十二湖(深浦町)概要: 十二湖は宝永元年(1704)津軽沖を震源としたマグニチュード7クラスの岩館地震(能代北方地震)により崩山(標高:939.9m)が崩壊し、その土砂により川が堰き止められ形成されたと推定される湖沼で、この地震では約70余名の死者や約2千戸の家屋が倒壊又は火災で焼失したとされ、地震の大きさが窺えます(その内能代では死者58名、倒壊435戸、焼失758戸)。十二湖と呼ばれていますが実際には大小33の湖沼が点在し崩山の中腹にある大崩展望所から眺めると12箇所の湖沼が確認出来るから「十二湖」と名付けられたとされます。
十二湖の周辺には、ブナやナラ、カツラ等の広葉樹を中心に数多くの動植物が存在する天然林として、学術的にも景観的にも貴重な事から昭和28年(1953)に青森県立自然公園(深浦・十二湖県立自然公園)に指定、昭和47年(19752)には自然休養林(津軽十二湖自然休養林)に指定されています。
昭和50年(1975)には「津軽国定公園」の湖沼部に含まれ、さらに平成5年(1993)には十二湖の背後に控える白神山地一帯が「人の影響をほとんど受けていない原生的なブナ天然林が世界最大級の規模で分布」との登録理由からユネスコ世界遺産(自然遺産)に登録されています。
特に新緑と紅葉の時期が優れた景観が見られ駐車場や散策コースが整備されている事もあり数多くの観光客やハイカー達が訪れています。
十二湖と文人墨客: 十二湖には多くの文人墨客も訪れていて高知県出身で明治、大正時代の、近代日本の詩人、歌人、随筆家、評論家である大町桂月は「西海岸の風光は十二湖をもって第一とす」、「日暮し山(現在の日本キャニオン)の眺望、湖畔群の幽闇、紅葉の残照など十二湖は天下の奇観である。
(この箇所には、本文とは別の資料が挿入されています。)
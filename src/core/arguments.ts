/**
 * The library's checks of its arguments: the core's entry points (solve, implied, fitLine, the
 * moments functions, simulateSample) return these as diagnostics rather than computing with a NaN,
 * an infinity, a hole in an array or a parameter outside its rule (core/parameters.ts).
 */

import { largestValues, type LargestValues } from "./cancellation.js";
import { diagnose, type Diagnostic } from "./diagnostics.js";
import { type ParameterName, parameters } from "./parameters.js";
import { failure, type Result, success } from "./result.js";
import type { ReturnSample } from "./types.js";

/** How a value that is not a finite number is named in a message: NaN, Infinity, a hole, undefined, a string "x". */
export function describeValue(values: ArrayLike<unknown>, index: number): string {
  const value = values[index];
  if (typeof value === "number") return String(value);
  if (value === undefined) return Array.isArray(values) && !(index in values) ? "a hole (no value)" : "undefined";
  if (value === null) return "null";
  if (typeof value === "string") return `the string ${JSON.stringify(value.length > 40 ? `${value.slice(0, 40)}...` : value)}`;
  return `a ${typeof value}`;
}

/** The first entry of `values` that is not a finite number, as an "invalid-number" diagnostic; null if all are. */
export function firstInvalidNumber(argument: string, values: ArrayLike<number>): Diagnostic | null {
  if (values === null || typeof values !== "object" || typeof values.length !== "number") {
    return diagnose({ code: "invalid-argument", argument, value: String(values), expected: "an array of numbers" });
  }
  for (let i = 0; i < values.length; i++) {
    const v = values[i];
    if (typeof v !== "number" || !Number.isFinite(v))
      return diagnose({ code: "invalid-number", argument, index: i, value: describeValue(values, i) });
  }
  return null;
}

/** A "length-mismatch" diagnostic when `values` does not have `expected` entries. */
export function lengthMismatch(argument: string, values: ArrayLike<number>, expected: number): Diagnostic | null {
  return values.length === expected ? null : diagnose({ code: "length-mismatch", argument, length: values.length, expected });
}

/** An "invalid-argument" diagnostic when `value` breaks the rule of parameter `name`; null when it follows it. */
export function parameterIssue(argument: string, name: ParameterName, value: unknown): Diagnostic | null {
  const rule = parameters[name];
  if (typeof value === "number" && rule.accept(value)) return null;
  return diagnose({ code: "invalid-argument", argument, value: describeScalar(value), expected: rule.expected });
}

/** A scalar as a message shows it. */
export function describeScalar(value: unknown): string {
  if (typeof value === "number") return String(value);
  if (typeof value === "string") return JSON.stringify(value);
  return value === null ? "null" : value === undefined ? "undefined" : `a ${typeof value}`;
}

/** Arguments that are not finite numbers, holes, or series of different lengths. */
export function sampleIssues(sample: ReturnSample): Diagnostic[] {
  if (sample === null || typeof sample !== "object") {
    return [
      diagnose({ code: "invalid-argument", argument: "sample", value: String(sample), expected: "an object { low, high, riskFree? }" }),
    ];
  }
  const found = issues(firstInvalidNumber("low", sample.low), firstInvalidNumber("high", sample.high));
  if (found.length > 0) return found;
  found.push(...issues(lengthMismatch("high", sample.high, sample.low.length)));
  const rf = sample.riskFree;
  if (typeof rf === "number") {
    if (!Number.isFinite(rf))
      found.push(diagnose({ code: "invalid-argument", argument: "riskFree", value: String(rf), expected: "a finite number" }));
  } else if (rf !== undefined) {
    found.push(...issues(firstInvalidNumber("riskFree", rf)));
    if (found.length === 0) found.push(...issues(lengthMismatch("riskFree", rf, sample.low.length)));
  }
  return found;
}

/**
 * `sampleIssues` as a Result: the sample's largest values (largestValues, which the steps after the
 * check need) when there is nothing to report. Rows held in Float64Arrays of one length (the risk-free
 * rate absent, a number or a Float64Array) take one pass: when their largest values are finite every
 * value is (a NaN or an infinity carries through |x - r| and max). Any other sample, or one with a
 * value that is not finite, is checked by sampleIssues first, as before.
 */
export function checkedSample(sample: ReturnSample): Result<LargestValues, Diagnostic[]> {
  if (sample !== null && typeof sample === "object") {
    const { low, high, riskFree } = sample;
    // Absent, a number or a Float64Array: anything else (null included) is sampleIssues' to judge.
    const plain =
      low instanceof Float64Array &&
      high instanceof Float64Array &&
      high.length === low.length &&
      (riskFree === undefined || typeof riskFree === "number" || (riskFree instanceof Float64Array && riskFree.length === low.length));
    if (plain) {
      const extent = largestValues(low, high, riskFree ?? 0);
      if (Number.isFinite(extent.low) && Number.isFinite(extent.high) && Number.isFinite(extent.riskFree)) return success(extent);
    }
  }
  const found = sampleIssues(sample);
  return found.length > 0 ? failure(found) : success(largestValues(sample.low, sample.high, sample.riskFree ?? 0));
}

/** The diagnostics that are not null, in order. */
export const issues = (...found: (Diagnostic | null)[]): Diagnostic[] => found.filter((d): d is Diagnostic => d !== null);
他日、必ず天下にその名を知られるであろう」と賞賛し「 山の中 三十三湖 紅葉かな 」と唄い、山道入り口鶏頭の池の畔には大町桂月の句碑が建立されています。
昭和28年(1953)には明治から昭和初期の近代日本の詩人・作家である佐藤春夫が訪れ「 虹の青 あつめて ここに 湖十二 」と唄っています。
十二湖の青池: 十二湖の代名詞とも言える"青池"は面積約975u、最大深度約9.0mほどの大きさで十二湖の中では中規模ですが湖面が透き通った群青色をしている事で神聖な雰囲気を醸し出しています。なぜ群青色をしているのかは科学的にも解っていないそうで、十二湖の中では青池以外に沸壺の池が若干の青みが見られます。又、近くにある湧壺池から湧き出る「長寿の水」は白神山地からの伏流水が湧壺池の湖底を経て湧き上がる名水として知られ昭和61年(1986)に水環境の保全状況が極めて優良である事から青森県知事による「私たちの名水」に認定され、平成20年(2008)には「沸壷池の清水」として環境省による平成の名水百選に選定されています。